I want to give servicing this post a try. The manufacturer said that I "can't" take it apart because they have a special jig in the factory. (which is idiotic, because they are making what is effectively a 100% non-serviceable, disposable part.) someone put it together in the first place, so it must be disassemble-able.

The bottom of the seatpost has a threaded plug with a schraeder valve in the middle. the plug has two small holes across the diameter of the plug, presumably to get a pin spanner of some sort in there for assembly. I have tried to loosen the plug with a snapring plier but I can't get enough grip on it to crack it loose. I can put it in a vice and risk scratching the daylights out of it but it feels like my snapring plier is going to break before it breaks the plug free. so the question is: *how do I crack that plug loose?*

I am aware that I probably won't be able to put it back together again. that's fine, I want to at least try. there's probably a powerful spring in there that's going to eject shoot across the room at the certain point, so I'll take precautions.
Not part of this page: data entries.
# ---------------------------------------------------------------------------
# Solve p0 with Mach matched
# ---------------------------------------------------------------------------
def test_mach_match_and_p0_closed_form():
    sp = solved(base_study())
    l_model = 0.0625 * L_FS
    re_fs = full_scale_re(P_FS, T_FS, M_FS, L_FS)
    # Re_model = p0 * (Re at p0 = 1 Pa), so p0 = Re_fs / Re_model(1 Pa).
    p0_hand = re_fs / tunnel_re(1.0, T0, M_FS, l_model)

    assert sp.feasible
    assert sp.solve_for == ("stagnation_pressure", "mach")
    assert sp.method == "exact"
    assert sp.nominal["mach"] == pytest.approx(M_FS, rel=1e-12)
    assert sp.outputs["mach_model"] == pytest.approx(M_FS, rel=1e-12)
    assert sp.required == pytest.approx(p0_hand, rel=1e-9)
    assert sp.nominal["stagnation_pressure"] == pytest.approx(p0_hand, rel=1e-9)
    assert sp.outputs["reynolds_full_scale"] == pytest.approx(re_fs, rel=1e-12)
    assert sp.outputs["reynolds_model"] == pytest.approx(re_fs, rel=1e-9)
    assert sp.reynolds_shortfall == pytest.approx(0.0, abs=1e-9)
    assert sp.mach_shortfall == pytest.approx(0.0, abs=1e-12)
    # At equal Mach: V_model / V_full = a_model / a_full = sqrt(T_model / T_full).
    _, t_model = tunnel_state(p0_hand, T0, M_FS)
    assert sp.outputs["static_temperature"] == pytest.approx(t_model, rel=1e-12)
    assert sp.outputs["speed"] / sp.outputs["full_scale_speed"] == pytest.approx(
        math.sqrt(t_model / T_FS), rel=1e-12)
    assert sp.outputs["full_scale_speed"] == pytest.approx(M_FS * sound_hand(T_FS), rel=1e-12)
    # q = rho V^2 / 2 by hand at the solved state.
    p, t = tunnel_state(p0_hand, T0, M_FS)
    q = 0.5 * p / (R * t) * (M_FS * sound_hand(t)) ** 2
    assert sp.outputs["dynamic_pressure"] == pytest.approx(q, rel=1e-9)
    assert sp.outputs["viscosity"] == pytest.approx(mu_hand(t), rel=1e-12)


def test_p0_scales_inversely_with_model_size():
    # Re ∝ p0 L at fixed Mach and T0: halving the scale doubles the required p0.
    d1, d2 = base_study(), base_study()
    d2["model"] = {"scale": 0.03125}
    assert solved(d2).required == pytest.approx(2.0 * solved(d1).required, rel=1e-9)


def test_full_scale_from_altitude_and_speed():
    # Full scale given by altitude (standard atmosphere) and flight speed.  At
    # 11 000 m' geopotential (z = r0 H / (r0 - H) geometric, r0 = 6 356 766 m)
    # the standard state is the tropopause base: 216.65 K, 22 632.06 Pa
    # (from memory of U.S. Standard Atmosphere 1976, Table 4).
    r0, h = 6_356_766.0, 11_000.0
    z = r0 * h / (r0 - h)
    t_fs, p_fs, v_fs = 216.65, 22_632.06, 230.0
    d = base_study()
    d["full_scale"] = {"altitude": f"{z!r} m", "speed": f"{v_fs} m/s", "reference_length": f"{L_FS} m"}
    sp = solved(d)
    m_fs = v_fs / sound_hand(t_fs)
    re_fs = (p_fs / (R * t_fs)) * v_fs * L_FS / mu_hand(t_fs)
    p0_hand = re_fs / tunnel_re(1.0, T0, m_fs, 0.0625 * L_FS)
    assert sp.nominal["mach"] == pytest.approx(m_fs, rel=1e-9)
    assert sp.outputs["reynolds_full_scale"] == pytest.approx(re_fs, rel=1e-6)
    assert sp.required == pytest.approx(p0_hand, rel=1e-6)
    assert sp.feasible


# ---------------------------------------------------------------------------
# Solve model scale at given p0
# ---------------------------------------------------------------------------
def test_solve_model_scale_at_given_p0():
    d = base_study()
    d["facility"]["stagnation_pressure"] = "6 bar"
    d["model"] = {}
    d["match"]["solve_for"] = "model_scale"
    sp = solved(d)
    re_fs = full_scale_re(P_FS, T_FS, M_FS, L_FS)
    # Re ∝ L: L = Re_fs / (Re per metre of model).
    l_hand = re_fs / tunnel_re(6.0e5, T0, M_FS, 1.0)
    assert sp.solve_for == ("model_length", "mach")
    assert sp.required == pytest.approx(l_hand, rel=1e-9)
    assert sp.nominal["model_length"] == pytest.approx(l_hand, rel=1e-9)
    assert sp.nominal["stagnation_pressure"] == pytest.approx(6.0e5, rel=1e-15)
    assert l_hand < 0.30
    assert sp.feasible
    assert sp.reynolds_shortfall == pytest.approx(0.0, abs=1e-9)


def test_solve_model_scale_too_large_is_clamped():
    # At 1 bar the model would have to be longer than the 0.30 m the facility
    # takes: nearest point at L = 0.30 m, Re shortfall = 0.30 / L_required - 1 (Re ∝ L).
    d = base_study()
    d["facility"]["stagnation_pressure"] = "1 bar"
    d["model"] = {}
    d["match"]["solve_for"] = "model_scale"
    sp = solved(d)
    re_fs = full_scale_re(P_FS, T_FS, M_FS, L_FS)
    l_req = re_fs / tunnel_re(1.0e5, T0, M_FS, 1.0)
    assert l_req > 0.30
    assert sp.required == pytest.approx(l_req, rel=1e-9)
    assert sp.nominal["model_length"] == pytest.approx(0.30, rel=1e-15)
    assert not sp.feasible
    assert sp.reynolds_shortfall == pytest.approx(0.30 / l_req - 1.0, rel=1e-9)
    lim = _limit(sp, "model_length", "max")
    assert lim.ok and lim.active  # the solved length sits on the limit ...
    assert sp.binding == ["model_length max 0.3 m"]  # ... which binds
    assert sp.required_values["model_length"] == pytest.approx(l_req, rel=1e-9)


# ---------------------------------------------------------------------------
# Solve speed (Mach) at given p0 and scale, Mach not matched
# ---------------------------------------------------------------------------
def test_solve_speed_without_mach_match():
    d = base_study()
    d["facility"]["stagnation_pressure"] = "8 bar"
    d["match"] = {"solve_for": "speed", "reynolds": {"tolerance": "1 %"}}
    sp = solved(d)
    l_model = 0.0625 * L_FS
    re_fs = full_scale_re(P_FS, T_FS, M_FS, L_FS)
    m = sp.nominal["mach"]
    # Hand evaluation of Re at the solved Mach number: ratio 1.
    assert tunnel_re(8.0e5, T0, m, l_model) / re_fs == pytest.approx(1.0, rel=1e-9)
    # Independent root by plain bisection of the hand formula.
    m_hand = bisect(lambda x: tunnel_re(8.0e5, T0, x, l_model) - re_fs, 1e-4, 0.9999)
    assert m == pytest.approx(m_hand, rel=1e-9)
    assert sp.required == pytest.approx(m_hand, rel=1e-9)
    _, t = tunnel_state(8.0e5, T0, m_hand)
    assert sp.outputs["speed"] == pytest.approx(m_hand * sound_hand(t), rel=1e-9)
    # Mach is not matched: the difference is reported as it is.
    assert sp.mach_shortfall == pytest.approx(m_hand - M_FS, abs=1e-9)
    assert 0.1 < m_hand < 0.92
    assert sp.feasible
    assert any("not matched" in msg for msg in sp.messages)


def test_solve_speed_unreachable_reynolds():
    # At 4 bar even the facility's top Mach number 0.92 gives too low a Reynolds
    # number (Re rises monotonically with M below 1 at fixed p0, T0): nearest
    # point at M = 0.92, shortfall = Re_hand(0.92) / Re_fs - 1.
    d = base_study()
    d["facility"]["stagnation_pressure"] = "4 bar"
    d["match"] = {"solve_for": "speed", "reynolds": {"tolerance": "1 %"}}
    sp = solved(d)
    l_model = 0.0625 * L_FS
    re_fs = full_scale_re(P_FS, T_FS, M_FS, L_FS)
    assert tunnel_re(4.0e5, T0, 0.9999, l_model) < re_fs
    assert math.isnan(sp.required)
    assert sp.nominal["mach"] == pytest.approx(0.92, rel=1e-15)
    assert not sp.feasible
    assert sp.reynolds_shortfall == pytest.approx(tunnel_re(4.0e5, T0, 0.92, l_model) / re_fs - 1.0,
                                                  rel=1e-9)


# ---------------------------------------------------------------------------
# Infeasible: p0 above the facility maximum
# ---------------------------------------------------------------------------
def test_p0_above_facility_maximum():
    # A smaller model (1:40) needs p0 beyond 9 bar.
    d = base_study()
    d["model"] = {"scale": 0.025}
    sp = solved(d)
    re_fs = full_scale_re(P_FS, T_FS, M_FS, L_FS)
    p0_req = re_fs / tunnel_re(1.0, T0, M_FS, 0.025 * L_FS)
    p0_max = 9.0e5
    assert p0_req > p0_max
    assert sp.required == pytest.approx(p0_req, rel=1e-9)
    assert sp.nominal["stagnation_pressure"] == pytest.approx(p0_max, rel=1e-15)
    assert sp.outputs["stagnation_pressure"] == pytest.approx(p0_max, rel=1e-15)
    assert not sp.feasible
    # Re ∝ p0 at fixed Mach: shortfall = p0_max / p0_required - 1.
    assert sp.reynolds_shortfall == pytest.approx(p0_max / p0_req - 1.0, rel=1e-9)
    assert sp.outputs["reynolds_model"] == pytest.approx(
        tunnel_re(p0_max, T0, M_FS, 0.025 * L_FS), rel=1e-9)
    lim = _limit(sp, "stagnation_pressure", "max")
    assert lim.active and sp.binding == ["stagnation_pressure max 900000 Pa"]
    assert sp.required_values["stagnation_pressure"] == pytest.approx(p0_req, rel=1e-9)
    assert not _limit(sp, "stagnation_pressure", "min").active
    assert any("would need stagnation pressure" in msg for msg in sp.messages)
    assert any("Binding limit: stagnation_pressure max" in msg for msg in sp.messages)
    # The Mach number is still matched at the nearest point.
    assert sp.mach_shortfall == pytest.approx(0.0, abs=1e-12)


def test_p0_below_facility_minimum():
    # A large model at a low full-scale Reynolds number needs p0 under 0.5 bar:
    # the nearest point is the minimum, and Re overshoots by p0_min / p0_req - 1.
    d = base_study()
    d["full_scale"]["static_pressure"] = "2000 Pa"
    d["model"] = {"scale": 0.09}
    sp = solved(d)
    re_fs = full_scale_re(2000.0, T_FS, M_FS, L_FS)
    p0_req = re_fs / tunnel_re(1.0, T0, M_FS, 0.09 * L_FS)
    assert p0_req < 5.0e4
    assert sp.nominal["stagnation_pressure"] == pytest.approx(5.0e4, rel=1e-15)
    assert not sp.feasible
    assert sp.reynolds_shortfall == pytest.approx(5.0e4 / p0_req - 1.0, rel=1e-9)
    assert _limit(sp, "stagnation_pressure", "min").active


# ---------------------------------------------------------------------------
# Model too large for the facility
# ---------------------------------------------------------------------------
def test_model_too_large_is_flagged():
    d = base_study()
    d["model"] = {"reference_length": "0.40 m"}   # facility takes 0.30 m
    sp = solved(d)
    re_fs = full_scale_re(P_FS, T_FS, M_FS, L_FS)
    p0_hand = re_fs / tunnel_re(1.0, T0, M_FS, 0.40)
    # The Reynolds number itself is matched (p0 within range) ...
    assert sp.required == pytest.approx(p0_hand, rel=1e-9)
    assert sp.reynolds_shortfall == pytest.approx(0.0, abs=1e-9)
    # ... but the model does not fit: the limit is violated and the set point infeasible.
    lim = _limit(sp, "model_length", "max")
    assert not lim.ok
    assert lim.value == pytest.approx(0.40, rel=1e-15)
    assert lim.bound == pytest.approx(0.30, rel=1e-15)
    assert not sp.feasible
    assert any("model length" in msg and "above the facility maximum" in msg for msg in sp.messages)


def test_model_that_fits_is_not_flagged():
    d = base_study()
    d["model"] = {"reference_length": "0.30 m"}   # exactly the maximum
    sp = solved(d)
    assert _limit(sp, "model_length", "max").ok
    assert sp.feasible


# ---------------------------------------------------------------------------
# Mach outside the facility range
# ---------------------------------------------------------------------------
def test_full_scale_mach_above_facility_range():
    # Full-scale Mach 0.95 with a facility limited to 0.92: the nearest Mach is
    # 0.92, the Mach difference is -0.03 and the set point is not feasible; p0
    # is solved at M = 0.92 (hand closed form); a match would need M = 0.95.
    d = base_study()
    d["full_scale"]["mach"] = 0.95
    sp = solved(d)
    assert sp.nominal["mach"] == pytest.approx(0.92, rel=1e-15)
    assert sp.mach_shortfall == pytest.approx(0.92 - 0.95, abs=1e-12)
    re_fs = full_scale_re(P_FS, T_FS, 0.95, L_FS)
    assert sp.nominal["stagnation_pressure"] == pytest.approx(
        re_fs / tunnel_re(1.0, T0, 0.92, 0.0625 * L_FS), rel=1e-9)
    assert sp.reynolds_shortfall == pytest.approx(0.0, abs=1e-9)
    assert sp.required_values["mach"] == pytest.approx(0.95, rel=1e-9)
    assert sp.binding == ["mach max 0.92"]
    assert not sp.feasible


def test_study_dict_not_mutated():
    d = base_study()
    before = copy.deepcopy(d)
    solved(d)
    assert d == before


# ---------------------------------------------------------------------------
# Messages and bands (simunc's own contract; values from the hand formulas above)
# ---------------------------------------------------------------------------
def test_unreachable_speed_messages_name_the_facility_limit():
    d = base_study()
    d["facility"]["stagnation_pressure"] = "4 bar"
    d["match"] = {"solve_for": "speed", "reynolds": {"tolerance": "1 %"}}
    sp = solved(d)
    text = " ".join(sp.messages)
    assert "Binding limit: mach max 0.92" in text
    assert "0.9999" not in text
    assert all(lim.value == pytest.approx(0.92) for lim in sp.limits if lim.quantity == "mach")


def test_speed_solve_with_mach_band_explains_the_mismatch():
    d = base_study()
    d["facility"]["stagnation_pressure"] = "8 bar"
    d["match"]["solve_for"] = "speed"
    d["match"]["mach"]["solve"] = False
    sp = solved(d)
    assert sp.feasible  # the Reynolds number is matched; the Mach band is only checked
    assert any("mach is checked, not imposed: mach_difference" in m for m in sp.messages)


def test_relative_mach_tolerance_is_a_fraction_of_the_full_scale_mach():
    # 1 % of Ma_full whether full scale is given by Mach or by speed (V = Ma a, a by hand).
    d = base_study()
    d["match"]["mach"] = {"tolerance": "1 %"}
    assert parse_study(d).band("mach").tolerance == pytest.approx(0.01 * M_FS, rel=1e-12)
    d["full_scale"].pop("mach")
    d["full_scale"]["speed"] = f"{M_FS * sound_hand(T_FS)} m/s"
    assert parse_study(d).band("mach").tolerance == pytest.approx(0.01 * M_FS, rel=1e-12)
If nothing else, I want to clean this thing inside and out so I can separate the ferrous and non-ferrous metals before I tossnthe whole thing in the recycle bin. I don't believe in throwing anything away until I have at least attempted to repair it.


----------



## noapathy (Jun 24, 2008)

I was curious about this post for a while, but it has enough bad reviews on amazon that I stayed away. Seth's Bike Hacks says the schraeder valve "burps" out a lot of air and to overinflate to compensate..."like an extra 100psi". Worth a shot if you're gonna toss it or thrash on it anyway. Also, he says the switch is a POS if that matters.


----------



## wschruba (Apr 13, 2012)

Some thoughts having never seen that particular model:

-Use plastic prism jaws in your vise (such as these--other brands available)

-Snap ring pliers != a pin spanner. All but the largest sizes are meant for a rather small amount of force, and they typically have the dogs bent in the intended direction of the tool, so the snap rings don't slip off without provocation. You may be able to use a sacrificial pair of cheap snap-ring pliers from the hardware store (a large size) with the dogs ground down just enough to fit the sockets in the post.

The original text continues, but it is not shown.